Labeling every frame in 70,000 hours of video would be…insane. So, the team paid Upwork contractors to record and label basic Minecraft skills. They used 2,000 hours of this video to teach a second algorithm how to label Minecraft videos, and that algorithm, IDM, annotated all 70,000 hours of YouTube footage. (The team says IDM was over 90 percent accurate when labeling keyboard and mouse commands.)

This approach of humans training a data-labeling algorithm to unlock behavioral data sets online may help AI learn other skills too. “VPT paves the path toward allowing agents to learn to act by watching the vast numbers of videos on the internet,” the researcher wrote.
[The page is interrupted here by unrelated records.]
"""Work that enriches hover and code actions when it is ready: κ formulas and verified rewrites.

sympy cannot be interrupted inside a thread, so κ formulas run in the core's worker process
(`condhint.budget`), which is killed and replaced when a formula overruns its budget. Rewrites come from
`condhint.fixing` when the rewrites package is installed.
Each kind has one thread; a request from a hover or a code action goes before queued background jobs.
"""
from __future__ import annotations

import asyncio
import logging
from concurrent.futures import ThreadPoolExecutor
from typing import Any, Callable

from condhint.config import Config
from condhint.engine import AnalysisCache, ModuleAnalysis
from condhint.expr import Node
from condhint.findings import Finding, Fix
from condhint.fixing import fixes_for, rewrites
from condhint.site import Site

log = logging.getLogger(__name__)


def formula_key(site: Site, node: Node) -> str:
    positive = {k for k, r in site.ranges.items() if r.interval.low >= 0}
    return f"{node.key()}|{sorted(positive)}"


def fix_key(finding: Finding) -> str:
    """Fixes depend on the finding's unit (its key holds the unit's text, place and context) and its range."""
    s = finding.span
    return f"{finding.origin}\0{finding.code}\0{s.line}:{s.col}:{s.end_line}:{s.end_col}"


class Jobs:
    """Results by key, computed once on a single thread; `want` puts a job ahead of queued ones.

    Queued jobs start only while `gate` is set: the server clears it while a document analysis is due, so
    background work does not compete with the analysis the user waits for.
    """

    def __init__(self, name: str, gate: asyncio.Event | None = None) -> None:
        self.gate = gate
        self.pool = ThreadPoolExecutor(max_workers=1, thread_name_prefix=name)
        self.done: dict[str, Any] = {}
        self.running: dict[str, asyncio.Future] = {}
        self._queue: list[tuple[str, Callable[[], Any]]] = []
        self._drain: asyncio.Task | None = None
        self.closed = False

    def get(self, key: str) -> tuple[bool, Any]:
        """(ready, value)."""
        if key in self.done:
            return True, self.done[key]
        return False, None

    def want(self, key: str, job: Callable[[], Any]) -> asyncio.Future:
        """Start the job now (it waits only for the job already running) or join it if it runs."""
        fut = self.running.get(key)
        if fut is not None:
            return fut
        loop = asyncio.get_running_loop()
        fut = loop.run_in_executor(self.pool, job)
        self.running[key] = fut
        fut.add_done_callback(lambda f, k=key: self._finish(k, f))
        return fut

    def later(self, key: str, job: Callable[[], Any]) -> None:
        """Queue the job for when nothing more urgent runs."""
        if self.closed or key in self.done or key in self.running or any(k == key for k, _ in self._queue):
            return
        self._queue.append((key, job))
        if self._drain is None or self._drain.done():
            self._drain = asyncio.get_running_loop().create_task(self._run_queue())

    def forget_queue(self) -> None:
        self._queue.clear()

    async def _run_queue(self) -> None:
        while self._queue and not self.closed:
            if self.gate is not None:
                await self.gate.wait()
                if not self._queue or self.closed:
                    return
            key, job = self._queue.pop(0)
            if key in self.done:
                continue
            try:
                await asyncio.shield(self.want(key, job))
            except Exception:  # noqa: BLE001 - a failed job only means no enrichment
                log.exception("background job %s failed", key[:60])

    def _finish(self, key: str, fut: asyncio.Future) -> None:
        self.running.pop(key, None)
        if fut.cancelled():
            return
        exc = fut.exception()
        self.done[key] = None if exc is not None else fut.result()
        if exc is not None and not self.closed:
            log.warning("background job failed: %r", exc)
        while len(self.done) > 2_000:  # bounded: enrichments of old versions are rarely asked again
            self.done.pop(next(iter(self.done)))

    def shutdown(self) -> None:
        self.closed = True
        self._queue.clear()
        self.pool.shutdown(wait=False, cancel_futures=True)


class Background:
    def __init__(self) -> None:
        self.idle = asyncio.Event()  # set while no document analysis is due
        self.idle.set()
        self.formulas = Jobs("condhint-formula", self.idle)
        self.fixes = Jobs("condhint-fixes", self.idle)
        # Subexpression analyses for hover: not queued behind whole-document analyses.
        self.hover_pool = ThreadPoolExecutor(max_workers=1, thread_name_prefix="condhint-hover")
        self.hover_cache = AnalysisCache(capacity=2000)  # used by the hover thread only

    # ---- κ formulas -----------------------------------------------------------------------------------------
    def warm_up(self) -> None:
        """Start the formula worker process now (importing sympy takes a while)."""
        from condhint.budget import OverBudget, run_with_budget
        from condhint.hover import warm_up

        def job() -> bool:
            try:
                return bool(run_with_budget(warm_up, (), 120.0))
            except (OverBudget, RuntimeError):
                return False

        self.formulas.want("\0warm-up", job)

    @staticmethod
    def _formula_job(site: Site, node: Node, cfg: Config) -> Callable[[], str | None]:
        def job() -> str | None:
            from condhint.engine import kappa_formula

            return kappa_formula(site, cfg, node)

        return job

    def formula(self, site: Site, node: Node) -> tuple[bool, str | None]:
        return self.formulas.get(formula_key(site, node))

    def want_formula(self, site: Site, node: Node, cfg: Config) -> asyncio.Future:
        return self.formulas.want(formula_key(site, node), self._formula_job(site, node, cfg))

    def formula_later(self, site: Site, node: Node, cfg: Config) -> None:
        self.formulas.later(formula_key(site, node), self._formula_job(site, node, cfg))

    # ---- rewrites -------------------------------------------------------------------------------------------
    @staticmethod
    def _fix_job(finding: Finding, ma: ModuleAnalysis, cfg: Config) -> Callable[[], list[Fix]]:
        def job() -> list[Fix]:
            return fixes_for(finding, ma, cfg)

        return job

    def fixes_of(self, finding: Finding) -> tuple[bool, list[Fix]]:
        """(ready, fixes) of a finding in document positions: the engine's own, else the rewrite search's."""
        if finding.fixes:
            return True, list(finding.fixes)
        if finding.code == "CH001":
            return True, []
        ready, value = self.fixes.get(fix_key(finding))
        return ready, list(value or [])

    def want_fixes(self, finding: Finding, ma: ModuleAnalysis, cfg: Config) -> asyncio.Future:
        return self.fixes.want(fix_key(finding), self._fix_job(finding, ma, cfg))

    def fixes_later(self, finding: Finding, ma: ModuleAnalysis, cfg: Config) -> None:
        if finding.fixes or finding.code == "CH001" or rewrites() is None:
            return
        self.fixes.later(fix_key(finding), self._fix_job(finding, ma, cfg))

    def shutdown(self) -> None:
        self.formulas.shutdown()
        self.fixes.shutdown()
        self.hover_pool.shutdown(wait=False, cancel_futures=True)
        from condhint.budget import WORKER

        WORKER.close()  # kills the process at once, which also ends a job in progress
Beyond Minecraft, OpenAI thinks VPT can bring new real-world applications, like algorithms that operate computers at a prompt (imagine, for instance, asking your laptop to find a document and email it to your boss).

Diamonds Aren’t Forever

Much to the chagrin of the MineRL competition organizers perhaps, the results do seem to show that computing power and resources still move the needle on the most advanced AI.

Never mind the cost of computing, OpenAI said the Upwork contractors alone cost $160,000. Though to be fair, manually labeling the whole data set would’ve run into the millions and taken considerable time to complete. And while the computing power wasn’t negligible, the model was actually quite small. VPT’s hundreds of millions of parameters are orders of magnitude less than GPT-3’s hundreds of billions.

Still, the drive to find clever new approaches that use less data and computing is valid. A kid can learn Minecraft basics by watching one or two videos. Today’s AI requires far more to learn even simple skills. Making AI more efficient is a big, worthy challenge.

In any case, OpenAI is in a sharing mood this time. The researchers say VPT isn’t without risk—they’ve strictly controlled access to algorithms like GPT-3 and DALL-E partly to limit misuse—but the risk is minimal for now. They’ve open sourced the data, environment, and algorithm and are partnering with MineRL. This year’s contestants are free to use, modify, and fine-tune the latest in Minecraft AI.

Chances are good they’ll make it well past mining diamonds this time around.